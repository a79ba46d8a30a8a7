"""Orientation: choose how a part stands on the plate from the physics of printing it.

Every candidate is an *up-direction* ``d`` in the part's own frame: the part is
turned by the shortest rotation that takes ``d`` to build +z (away from the
plate; :func:`rotation_to_up`).  Candidates are spread evenly over the whole
sphere by a Fibonacci lattice (:func:`fibonacci_sphere`), the given orientation
(``d = +z``) is always one of them, and the best few are refined in a cap of
one lattice spacing around each.  Each candidate is scored on terms in
physical units (:data:`TERMS`):

``peak_force_n``
    the largest layer separation force, from the project's law
    (:func:`supportgen.physics.separation.separation` on a :class:`LayerShape`);
``near_peak_layers``
    layers whose force is at least ``orient_near_fraction`` of that peak;
``cup_area_mm2``
    the largest sealed cavity of a layer facing the film (a suction cup: empty
    pixels enclosed in the layer and closed below, as in
    :func:`supportgen.physics.pressure.sealed_cavities`);
``overhang_area_mm2``, ``minima``
    down-facing area tilted less than the critical angle from horizontal, and
    strict local minima of height (each needs a contact), the rules of
    :mod:`supportgen.analysis.overhangs`;
``support_volume_mm3``
    the volume under the overhang faces down to the plate (projected area times
    height above the plate, including the elevation), the support-volume measure
    of Ezair, Massarwi and Elber, "Orientation analysis of 3D objects toward
    minimal support volume in 3D-printing", Computers & Graphics 51 (2015),
    without their occlusion step (so it errs high where the part shades itself);
``height_mm``
    print height, so layers and time;
``protected_mm2``
    with a protect mask (the faces that must carry no tip,
    :mod:`supportgen.supports.protect`): the area of protected faces that would
    face down steeper than the overhang angle (they would need tips), plus one
    tip's scar ``pi tip_diameter_mm^2 / 4`` for each strict local minimum on a
    protected face; 0 everywhere without a mask;
``tip_load_n``
    the worst tip load the plan would need at the layers near the peak force
    (:func:`tip_loads`): the contactable surface (overhang faces below the
    layer, strict local minima and the lowest point) is a group of tips at the
    rule's contact spacing, and each near-peak layer's force, acting at its
    area centroid, is shared among them by the elastic bolt-group method
    (:func:`bolt_group_loads`).  A stance whose tips all cluster under one
    point while the peak layer lies far off carries the layer's moment on a
    short lever, so its worst tip takes many times the layer's force.
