@dataclass(frozen=True)
class OrientRules:
    """How ``supportgen orient`` searches and weighs the up-directions of a part.

    Each weight multiplies its term divided by the term's median over the
    candidates (so the weights are unitless and a weight of 0 switches the term
    off); the reasoning behind each default is in its doc.
    """

    orient_directions: int = _f(
        500,
        20,
        20000,
        "",
        "practice",
        "up-directions tried, spread evenly over the sphere (Fibonacci lattice), before the best are refined",
    )
    orient_pixel_mm: float = _f(
        0.3,
        0.05,
        5.0,
        "mm",
        "practice",
        "pixel and layer of the coarse grid the scorer slices on (raised for large "
        "parts to keep the grid under a few million cells)",
    )
    weight_force: float = _f(
        3.0,
        0.0,
        100.0,
        "",
        "practice",
        "peak layer separation force: it tears parts off their supports and is what "
        "this tool sizes supports from, so it weighs most",
    )
    weight_near_peak: float = _f(
        0.5,
        0.0,
        100.0,
        "",
        "practice",
        "layers within orient_near_fraction of the peak force: many near-peak layers "
        "load the same tips again and again (fatigue), a lesser concern",
    )
    weight_cup: float = _f(
        3.0,
        0.0,
        100.0,
        "",
        "practice",
        "largest sealed cavity area facing the film (suction cup): it multiplies the force "
        "and traps resin, a common cause of failed prints",
    )
    weight_overhang: float = _f(
        1.0, 0.0, 100.0, "", "practice", "overhang area: contacts needed, so scars on the surface"
    )
    weight_minima: float = _f(0.5, 0.0, 100.0, "", "practice", "local minima: each needs a contact of its own")
    weight_volume: float = _f(1.0, 0.0, 100.0, "", "practice", "support volume estimate: resin used and removal work")
    weight_height: float = _f(1.0, 0.0, 100.0, "", "practice", "print height: layers, so print time")
    weight_protect: float = _f(
        5.0,
        0.0,
        100.0,
        "",
        "practice",
        "protected surface facing down (mm², with a tip's scar per protected local minimum), measured "
        "against the median overhang area: the user said those faces must stay clean, and a direction that "
        "turns them down either scars them or leaves them unheld (the contacts are moved off or dropped), "
        "so it weighs more than any other term; 0 ignores the protect mask",
    )
    weight_tip_load: float = _f(
        3.0,
        0.0,
        100.0,
        "",
        "practice",
        "worst tip load of the estimated plan at the near-peak layers (the layer force shared among the "
        "tips on the contactable surface below it by the elastic bolt-group method): it is the peak force "
        "as the tips feel it, lever included, and the figure the print check fails on, so it weighs as much "
        "as the peak force; while it is above 0, a direction whose worst tip would need more than tip_max_mm "
        "at the safety factor scores worse than every direction whose tips hold (feasibility penalty); "
        "0 switches off the term and the penalty",
    )
    orient_near_fraction: float = _f(
        0.9, 0.1, 1.0, "", "practice", "a layer is near the peak when its force is at least this fraction of it"
    )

------------------------------

Quote exactly and only the lines from the one holding "the safety factor" through the end of the data.

RESULT FOR THIS EXERCISE
        "at the safety factor scores worse than every direction whose tips hold (feasibility penalty); "
        "0 switches off the term and the penalty",
    )
    orient_near_fraction: float = _f(
        0.9, 0.1, 1.0, "", "practice", "a layer is near the peak when its force is at least this fraction of it"
    )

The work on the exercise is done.